While not all employers might be familiar with the badge, Seavey maintained that it’s still a good thing to have.
“UA has the prestige behind it, with our research and our faculty, to build the trust for the badging,” Seavey said. “When an institution like UA puts the time and resources into a program like badging, employers will trust it, even if they don’t really understand what it is or why the badges were given.”
Litvack said there’s another reason for the badging.
“While we’re looking to award and recognize students for the skills they have, we’re also trying to interest them in learning more skills,” Litvack said. “Building these skills is additional work, on top of classes and five jobs and the million clubs most students are part of.”
Many workshop elements will be run from D2L, for the convenience of the students, Litvack said. Students will choose four of the six modules available, which each focus on a particular collaboration skill, completing one per week. Each module will take around an hour to complete, and allow students to hone in on the building blocks they need the most.
The process starts with a launch day and a launch assessment, which includes a self-evaluation, peer evaluation and professor evaluation. These combined provide students with a baseline from which to judge their problem areas, and subsequently measure their growth.

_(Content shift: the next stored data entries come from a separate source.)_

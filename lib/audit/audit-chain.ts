// The audit trail's hash chain, in TypeScript: the canonical text of an event (the same text the
// database's audit_event_canonical builds, migration 0009), the chained SHA-256, and the check of one
// link. Pure, so the verifier, the tests and anyone holding an export can recompute a chain.
import { createHash } from "node:crypto";

/** The hash a team's first event chains to. */
export const AUDIT_CHAIN_GENESIS = "0".repeat(64);

/**
 * One stored event as text, the way the chain covers it: ids as text, before/after as PostgreSQL's
 * jsonb text (its own canonical form of a JSON value), the time in UTC to the microsecond.
 */
export interface ChainedAuditEvent {
  id: string;
  teamId: string | null;
  sequence: number;
  actorId: string | null;
  action: string;
  entity: string;
  entityId: string | null;
  reason: string | null;
  beforeJson: string | null;
  afterJson: string | null;
  /** YYYY-MM-DDTHH:MM:SS.ffffffZ */
  createdAt: string;
  /** For a sign-off: the SHA-256 of the run content the signature covers. */
  subjectHash: string | null;
  prevHash: string;
  hash: string;
}

const str = (value: string | null) => (value === null ? "null" : JSON.stringify(value));

/** The event's fields as a JSON object with sorted keys (before/after embedded as stored). */
export function canonicalAuditEvent(event: Omit<ChainedAuditEvent, "prevHash" | "hash">): string {
  if (!Number.isSafeInteger(event.sequence) || event.sequence < 1) {
    throw new RangeError(`An event's sequence must be a positive integer, got ${event.sequence}`);
  }
  return (
    `{"action":${str(event.action)},"actorId":${str(event.actorId)},"after":${event.afterJson ?? "null"}` +
    `,"before":${event.beforeJson ?? "null"},"createdAt":${str(event.createdAt)},"entity":${str(event.entity)}` +
    `,"entityId":${str(event.entityId)},"id":${str(event.id)},"reason":${str(event.reason)}` +
    `,"sequence":${event.sequence},"subjectHash":${str(event.subjectHash)},"teamId":${str(event.teamId)}}`
  );
}

/** SHA-256 (lower-case hex) of the previous hash, a line feed, and the event's canonical text. */
export function auditChainHash(prevHash: string, canonical: string): string {
  return createHash("sha256").update(`${prevHash}\n${canonical}`, "utf8").digest("hex");
}

/** The chain head a link is checked against: the previous event's place and hash. */
/** An audit event's chain columns as PostgreSQL returns them (snake_case, bigint and times as text). */
export interface AuditChainRow {
  id: string;
  team_id: string | null;
  team_seq: string;
  actor_id: string | null;
  action: string;
  entity: string;
  entity_id: string | null;
  reason: string | null;
  before_json: string | null;
  after_json: string | null;
  created_at: string;
  subject_hash: string | null;
  prev_hash: string;
  hash: string;
}

/** The one mapping from a stored row to the event the chain hashes. */
export function chainedAuditEventOf(row: AuditChainRow): ChainedAuditEvent {
  return {
    id: row.id,
    teamId: row.team_id,
    sequence: Number(row.team_seq),
    actorId: row.actor_id,
    action: row.action,
    entity: row.entity,
    entityId: row.entity_id,
    reason: row.reason,
    beforeJson: row.before_json,
    afterJson: row.after_json,
    createdAt: row.created_at,
    subjectHash: row.subject_hash,
    prevHash: row.prev_hash,
    hash: row.hash,
  };
}

export interface ChainHead {
  sequence: number;
  hash: string;
}

export type ChainProblem = "sequence" | "prev_hash" | "hash";

export interface ChainBreak {
  problem: ChainProblem;
  /** The sequence number at which the chain breaks (the one expected, for a gap). */
  sequence: number;
  /** The stored event at the break. */
  eventId: string;
  /** What differs, in a sentence. */
  detail: string;
  expected: string;
  found: string;
}

/**
 * Checks one event against the head before it (null for a team's first event): its sequence follows,
 * it names the previous hash, and its own hash is the hash of its content. Returns the first thing
 * that differs, or null.
 */
export function checkChainLink(
  previous: ChainHead | null,
  event: ChainedAuditEvent,
): ChainBreak | null {
  const expectedSequence = (previous?.sequence ?? 0) + 1;
  const at = { sequence: expectedSequence, eventId: event.id };
  if (event.sequence !== expectedSequence) {
    return {
      ...at,
      problem: "sequence",
      detail:
        event.sequence > expectedSequence
          ? `sequence ${expectedSequence} is missing: the next event (${event.id}) has sequence ${event.sequence} (an event was deleted or moved)`
          : `sequence ${event.sequence} comes again at event ${event.id} (an event was copied or renumbered)`,
      expected: String(expectedSequence),
      found: String(event.sequence),
    };
  }
  const expectedPrev = previous?.hash ?? AUDIT_CHAIN_GENESIS;
  if (event.prevHash !== expectedPrev) {
    return {
      ...at,
      problem: "prev_hash",
      detail: `event ${event.id} does not name the hash of the event before it (the chain was re-linked)`,
      expected: expectedPrev,
      found: event.prevHash,
    };
  }
  const recomputed = auditChainHash(event.prevHash, canonicalAuditEvent(event));
  if (event.hash !== recomputed) {
    return {
      ...at,
      problem: "hash",
      detail: `event ${event.id} no longer matches its hash: a field was changed after it was written`,
      expected: recomputed,
      found: event.hash,
    };
  }
  return null;
}
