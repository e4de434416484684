// GET one run's calibrated sample spectrum as JCAMP-DX (a download; another team's run is not found).
import { requireActor } from "@/lib/auth/session";
import { apiRoute } from "@/lib/http/api-handler";
import { reportResponse } from "@/lib/reports/report-response";
import { runSpectrumJdx } from "@/lib/services/run-reports";
import { idParam } from "@/lib/validation/request-params";

export const GET = apiRoute(async (_request, { params }) => {
  const actor = await requireActor();
  return reportResponse(await runSpectrumJdx(actor, idParam((await params).id, "No such run.")));
});
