// What the audit trail's events and fields mean in words: "Mara Quist started run Flame sample A"
// rather than "run.create", "Re-run of" rather than "rerunOfId". The home page's activity, the audit
// table and the before/after comparison read them from here; the raw names stay for filters and exports.

interface ActionWords {
  /** A short name for tables: "Run started". */
  label: string;
  /** The verb phrase after the person's name, before the subject: "started run". */
  verb: string;
  /** The phrase when the record has no name to give: "started a run". */
  alone: string;
}

const ACTIONS: Record<string, ActionWords> = {
  "calibration.create": {
    label: "Calibration saved",
    verb: "saved a calibration of",
    alone: "saved a calibration",
  },
  "instrument.create": {
    label: "Instrument added",
    verb: "added instrument",
    alone: "added an instrument",
  },
  "instrument.export_profile": {
    label: "Export profile set",
    verb: "set the export profile of",
    alone: "set an instrument's export profile",
  },
  "instrument.update": {
    label: "Instrument changed",
    verb: "changed instrument",
    alone: "changed an instrument",
  },
  "invitation.create": { label: "Invitation sent", verb: "invited", alone: "sent an invitation" },
  "invitation.resend": {
    label: "Invitation sent again",
    verb: "sent the invitation again to",
    alone: "sent an invitation again",
  },
  "invitation.revoke": {
    label: "Invitation withdrawn",
    verb: "withdrew the invitation of",
    alone: "withdrew an invitation",
  },
  "line.add": { label: "Line added", verb: "added line", alone: "added a line" },
  "line.restore": { label: "Line restored", verb: "restored line", alone: "restored a line" },
  "line.retire": { label: "Line retired", verb: "retired line", alone: "retired a line" },
  "line.update": { label: "Line changed", verb: "changed line", alone: "changed a line" },
  "line.verify": { label: "Line verified", verb: "verified line", alone: "verified a line" },
  "line_release.import": {
    label: "Lines imported",
    verb: "imported lines into",
    alone: "imported lines",
  },
  "line_release.reference_check": {
    label: "Checked against a reference",
    verb: "checked lines against a reference in",
    alone: "checked lines against a reference",
  },
  "line_release.open_draft": {
    label: "Draft release opened",
    verb: "opened",
    alone: "opened a draft release",
  },
  "line_release.publish": {
    label: "Release published",
    verb: "published",
    alone: "published a release",
  },
  "lines.edit": { label: "Lines edited", verb: "edited lines of", alone: "edited lines" },
  "membership.create": { label: "Member joined", verb: "joined as", alone: "joined the team" },
  "membership.delete": { label: "Member removed", verb: "removed", alone: "removed a member" },
  "membership.update": {
    label: "Role changed",
    verb: "changed the role of",
    alone: "changed a member's role",
  },
  "notebook.create": {
    label: "Notebook created",
    verb: "created notebook",
    alone: "created a notebook",
  },
  "notebook.rename": {
    label: "Notebook renamed",
    verb: "renamed notebook",
    alone: "renamed a notebook",
  },
  "password.change": {
    label: "Password changed",
    verb: "changed their password",
    alone: "changed their password",
  },
  "password.reset": {
    label: "Password reset",
    verb: "reset their password",
    alone: "reset their password",
  },
  "run.amend": { label: "Run amended", verb: "amended run", alone: "amended a run" },
  "run.create": { label: "Run started", verb: "started run", alone: "started a run" },
  "run.notes": {
    label: "Run notes saved",
    verb: "wrote notes on run",
    alone: "wrote notes on a run",
  },
  "run.override": {
    label: "Call overridden",
    verb: "overrode a call of run",
    alone: "overrode a call",
  },
  "run.rerun": { label: "Run repeated", verb: "re-ran run", alone: "re-ran a run" },
  "run.return": { label: "Run returned", verb: "returned run", alone: "returned a run" },
  "run.review_mark": { label: "Review mark", verb: "marked a call of run", alone: "marked a call" },
  "run.sign": { label: "Run signed", verb: "signed run", alone: "signed a run" },
  "run.submit": { label: "Run submitted", verb: "submitted run", alone: "submitted a run" },
  "session.create": { label: "Signed in", verb: "signed in", alone: "signed in" },
  "spectrum.upload": { label: "Spectrum uploaded", verb: "uploaded", alone: "uploaded a spectrum" },
  "token.create": {
    label: "Access token made",
    verb: "made access token",
    alone: "made an access token",
  },
  "token.revoke": {
    label: "Access token revoked",
    verb: "revoked access token",
    alone: "revoked an access token",
  },
  "user.create": {
    label: "Account created",
    verb: "created the account of",
    alone: "created an account",
  },
};

/** Every action the trail names in words (a test checks that the services write no other). */
export const ACTIONS_IN_WORDS: readonly string[] = Object.keys(ACTIONS);

/** "run.review_mark" → "Run review mark": the fallback for an action without words of its own. */
function spelledOut(action: string): string {
  const text = action.replace(/[._]/g, " ").trim();
  return text.charAt(0).toUpperCase() + text.slice(1);
}

/** A short name of the action for tables and lists. */
export function actionLabel(action: string): string {
  return ACTIONS[action]?.label ?? spelledOut(action);
}

/**
 * One event as a sentence: "Mara Quist started run Flame sample A". `subject` names the record (a
 * run's sample, a notebook's title); without it the sentence ends at the verb's object word.
 */
export function activitySentence(event: {
  actorName: string | null;
  action: string;
  subject: string | null;
}): string {
  const who = event.actorName ?? "The system";
  const words = ACTIONS[event.action];
  const subject = event.subject?.trim();
  if (!words)
    return `${who}: ${spelledOut(event.action).toLowerCase()}${subject ? ` (${subject})` : ""}.`;
  // An action on oneself ("signed in") takes no subject: its verb and its lone form are one.
  return subject && words.verb !== words.alone
    ? `${who} ${words.verb} ${subject}.`
    : `${who} ${words.alone}.`;
}

/** Units and id suffixes as a field name's last word: "energyEv" → "Energy eV", "runId" → "Run". */
const UNIT_WORDS: Record<string, string> = { nm: "nm", px: "px", ev: "eV", id: "" };

const FIELDS: Record<string, string> = {
  amendsRunId: "Amends run",
  calibrationId: "Calibration",
  createdById: "Made by",
  email: "E-mail",
  fileName: "File name",
  lineReleaseId: "Line-table release",
  lockVersion: "Edit count",
  notebookId: "Notebook",
  present: "Present",
  possible: "Possible",
  absent: "Absent",
  requestedReviewerId: "Reviewer asked",
  rerunOfId: "Re-run of",
  reviewRound: "Review round",
  sha256: "SHA-256",
  spectrumId: "Spectrum",
  teamId: "Team",
  userId: "Person",
  versionNumber: "Version",
};

/** "rerunOfId" → "Re-run of"; "present[0]" → "Present, 1st"; "settings.windowPx" → "Settings › Window px". */
export function fieldLabel(path: string): string {
  if (path === "") return "Value";
  return path
    .split(".")
    .map((part) => {
      const match = /^([^[]*)((?:\[\d+\])*)$/.exec(part);
      const name = match ? match[1] : part;
      const positions = match ? [...match[2].matchAll(/\[(\d+)\]/g)].map((m) => Number(m[1])) : [];
      const words =
        FIELDS[name] ??
        (name
          .replace(/([a-z0-9])([A-Z])/g, "$1 $2")
          .replace(/_/g, " ")
          .replace(/\b(nm|px|ev|id)\b/gi, (unit) => UNIT_WORDS[unit.toLowerCase()])
          .trim()
          .replace(/^./, (c) => c.toUpperCase()) ||
          name);
      return [words, ...positions.map((p) => ordinal(p + 1))].join(", ");
    })
    .join(" › ");
}

function ordinal(n: number): string {
  const tens = n % 100;
  const suffix = tens >= 11 && tens <= 13 ? "th" : (["th", "st", "nd", "rd"][n % 10] ?? "th");
  return `${n}${suffix}`;
}
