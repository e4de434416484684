// POST re-runs a run's sample against the team's newest published line-table release: a new run.
import { requireActor } from "@/lib/auth/session";
import { apiRoute } from "@/lib/http/api-handler";
import { rerunRun } from "@/lib/services/runs";
import { idParam } from "@/lib/validation/request-params";

export const POST = apiRoute(async (_request, { params }) => {
  const actor = await requireActor();
  return Response.json(await rerunRun(actor, idParam((await params).id, "No such run.")), {
    status: 201,
  });
});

Following completion of D2L work comes a simulation day on April 15, Litvack said.
“Simulation day is when we’ll bring all the students onto campus, to work with others in the cohort for a half day on resolving a complex problem,” Litvack said.
The deadline to apply for the workshop is March 6th, and the application can be found online. All that’s required is that students be currently engaged in a collaborative group project . The workshop is free to students.